« Toutes ces années de travail réduites à néant… » Luis Argilaga ne termine pas sa phrase. La gorge serrée, cet éleveur bovin de la province de Corrientes a vu les flammes dévorer son exploitation familiale de 2 300 hectares à Santo Tomé, près de la frontière avec le Brésil.

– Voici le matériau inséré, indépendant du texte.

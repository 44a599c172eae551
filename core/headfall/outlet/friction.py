"""Darcy's friction factor of a full pipe against the Reynolds number and the relative roughness."""

from __future__ import annotations

import numpy as np

from headfall.outlet.outlet import Array

LAMINAR_UP_TO, TURBULENT_FROM = 2100.0, 4000.0
"""Reynolds numbers between which it is not determined how the flow runs."""
EARLIEST, LATEST = 2300.0, 3800.0
"""Where turbulence is complete at the earliest, and where it sets in at the latest, within those."""
_NEWTON_STEPS = 3
_LN10 = float(np.log(10.0))


def laminar(reynolds: Array) -> Array:
    """Return the friction factor [-] of laminar flow, 64/Re (source ``hagen_poiseuille``)."""
    return np.asarray(64.0 / np.asarray(reynolds))


def colebrook(reynolds: Array, relative_roughness: Array | float) -> Array:
    """Return the friction factor [-] of turbulent flow, right to 1e-12 of itself.

    1/√f = −2·log₁₀(ε/(3.7·d) + 2.51/(Re·√f)), source ``colebrook_1939``, valid from Re 4000; ``relative_roughness`` is
    ε/d [-]. An explicit approximation (source ``haaland_1983``) and Newton's rule on 1/√f.
    """
    rough, slope = np.asarray(relative_roughness) / 3.7, 2.51 / np.asarray(reynolds)
    x = -1.8 * np.log10(rough**1.11 + 2.7490 * slope)
    for _ in range(_NEWTON_STEPS):
        inner = rough + slope * x
        x = x - (x + (2 / _LN10) * np.log(inner)) / (1 + (2 / _LN10) * slope / inner)
    return np.asarray(1 / (x * x))


def turbulent_share(reynolds: Array, transition: Array | float = 0.0) -> Array:
    """Return how far the flow counts as turbulent at each Reynolds number [-], 0 up to 1 [-].

    ``transition`` from −1 to 1: at 0 the share rises smoothly, in ln Re, from Re 2100 to 4000; at −1 (turbulent as soon
    as possible) from 2100 to 2300, at 1 (laminar as long as possible) from 3800 to 4000.
    """
    first = LAMINAR_UP_TO + np.maximum(transition, 0.0) * (LATEST - LAMINAR_UP_TO)
    last = TURBULENT_FROM + np.minimum(transition, 0.0) * (TURBULENT_FROM - EARLIEST)
    share = np.clip(np.log(reynolds / first) / np.log(last / first), 0.0, 1.0)
    return np.asarray(share * share * (3 - 2 * share))


def friction_factor(reynolds: Array, relative_roughness: Array | float, transition: Array | float = 0.0) -> Array:
    """Return the friction factor [-]: 64/Re up to Re 2100, Colebrook's from 4000, their geometric blend between.

    What happens between is not determined; ``transition`` (see ``turbulent_share``) gives the two bounds at −1 and 1.
    """
    return blended_factor(np.asarray(reynolds), relative_roughness, plain_share(np.asarray(reynolds), transition))


def plain_share(reynolds: Array, transition: Array | float) -> Array | float:
    """Return the turbulent share [-] at each Reynolds number [-]; the plain number 0 or 1 where it is that at all."""
    if reynolds.size == 0 or reynolds.min() >= TURBULENT_FROM:
        return 1.0
    if reynolds.max() <= LAMINAR_UP_TO:
        return 0.0
    return turbulent_share(reynolds, transition)


def blended_factor(reynolds: Array, relative_roughness: Array | float, share: Array | float) -> Array:
    """Return the friction factor [-] at a turbulent share: the geometric blend of 64/Re and Colebrook's."""
    if isinstance(share, float):
        return colebrook(reynolds, relative_roughness) if share else laminar(reynolds)
    turbulent = colebrook(np.maximum(reynolds, 0.5 * LAMINAR_UP_TO), relative_roughness)
    return np.asarray(laminar(reynolds) ** (1 - share) * turbulent**share)
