"""Outlets added up."""

from __future__ import annotations

from collections.abc import Sequence

import numpy as np
import numpy.typing as npt

from headfall.outlet.orifice import OrificeOutlet

Array = npt.NDArray[np.float64]

LOW, TYPICAL, HIGH = 0, 1, 2


def coefficient_rows(outlets: Sequence[OrificeOutlet]) -> Array:
    """Return the coefficients [-] as an array of shape (outlets, 3): lowest, typical, highest."""
    return np.array([outlet.coefficients for outlet in outlets])


def total_flow(
    outlets: Sequence[OrificeOutlet],
    level: Array,
    coefficients: Sequence[Array | float],
    first_scale: Array | float = 1.0,
) -> Array:
    """Return the flow of all outlets [m³/s] at each level [m].

    ``coefficients`` holds one entry an outlet; each broadcasts with ``level``. ``first_scale`` multiplies the sizes of
    the first outlet (the one that sizing changes).
    """
    total = outlets[0].flow(level, coefficients[0], first_scale)
    for outlet, coefficient in zip(outlets[1:], coefficients[1:], strict=True):
        total = total + outlet.flow(level, coefficient)
    return total


def onset_poles(
    outlets: Sequence[OrificeOutlet], coefficients: Sequence[Array], inflow: float, first_scale: Array
) -> Array:
    """Return levels just below the outlets' lower edges [m], shape (outlets, samples): poles for ``cut_span``.

    Where an outlet begins to flow, the net flow n + b·(h − edge)^p has its zeros about (n/b)^(1/p) away from the edge,
    n being what else flows there. ``coefficients`` holds one array (samples,) an outlet, ``inflow`` is [m³/s].
    """
    scales = [first_scale, *(np.ones_like(first_scale),) * (len(outlets) - 1)]
    edges = np.array(
        [
            o.elevation - (0.5 * o.height * s if o.facing == "side" else 0 * s)
            for o, s in zip(outlets, scales, strict=True)
        ]
    )
    net = np.abs(total_flow(outlets, edges, coefficients, first_scale) - inflow)
    rows = zip(outlets, net, coefficients, scales, strict=True)
    onsets = [outlet.onset(flow, coefficient, scale) for outlet, flow, coefficient, scale in rows]
    return np.asarray(edges - np.array(onsets), dtype=float)


def flow_breakpoints(outlets: Sequence[OrificeOutlet], first_scale: float = 1.0) -> list[float]:
    """Return the levels [m] at which the total flow is not smooth."""
    levels = list(outlets[0].edges(first_scale))
    for outlet in outlets[1:]:
        levels.extend(outlet.edges(1.0))
    return levels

Il est 3 h 30 du matin quand les premiers départs de feux sont signalés dans une propriété mitoyenne, samedi 19 février. 2022.

 

Aidé par ses employés et ses voisins, l’éleveur tente tant bien que mal de contenir l’avancée des flammes. En vain. « Le dimanche à la mi-journée, le vent s’est levé et le feu est devenu incontrôlable, se souvient-il. J’ai juste eu le temps d’ouvrir l’enclos des bêtes pour qu’elles ne soient pas piégées par les flammes et de faire monter mes employés et mes enfants dans ma camionnette pour nous enfuir. »

Paysage apocalyptique

Quand il revient quelques heures plus tard, Luis Argilaga trouve un paysage apocalyptique : « Tout était noir, calciné. Il y avait des animaux morts ou sur le point de mourir partout. c’était insoutenable. » Ses installations ont brûlé, certains des chevaux qu’il élève ont péri et soixante-dix vaches manquent à l’appel, environ 15 % de son cheptel. S’il dit continuer à découvrir de nouveaux dégâts chaque jour, l’éleveur estime son préjudice à plus de 300 000 euros.

 

À l’échelle de la province de Corrientes, les incendies ont provoqué 500 millions d’euros de pertes pour le secteur agricole, selon un rapport de la Société rurale argentine, principalement en bétail, herbe à maté, riz et exploitation forestière.

L’urgence des aides

Les autorités de la province ont annoncé une enveloppe de 25 millions d’euros, sous forme de crédit d’impôt, pour venir en aide aux producteurs affectés. Le gouvernement a, quant à lui, déclaré la province en état d’urgence et de désastre agricole, et promis de verser 5 millions d’euros pour alimenter un fond destiné à financer des prêts à taux zéro.

 

Luis Argilaga espère désormais que ces aides seront débloquées rapidement. « Pour pouvoir tourner la page, j’en ai besoin maintenant, pas dans six mois, souligne-t-il. Dans six mois, il faut que je sois de nouveau en train de travailler comme avant. »

Inquiétudes pour le soja

Dans les provinces du centre et du nord du pays, la sécheresse inquiète les producteurs de soja. Le manque de pluie, conjugué aux fortes chaleurs du mois de janvier, a provoqué des dommages sévères sur au moins 1 200 000 hectares de culture de soja, selon le ministère de l’Agriculture.

 

De quoi raviver le « spectre du désastre productif de 2018 », quand la production argentine était passée sous la barre des 38 millions de tonnes, s’alarme la Bourse de commerce de Rosario.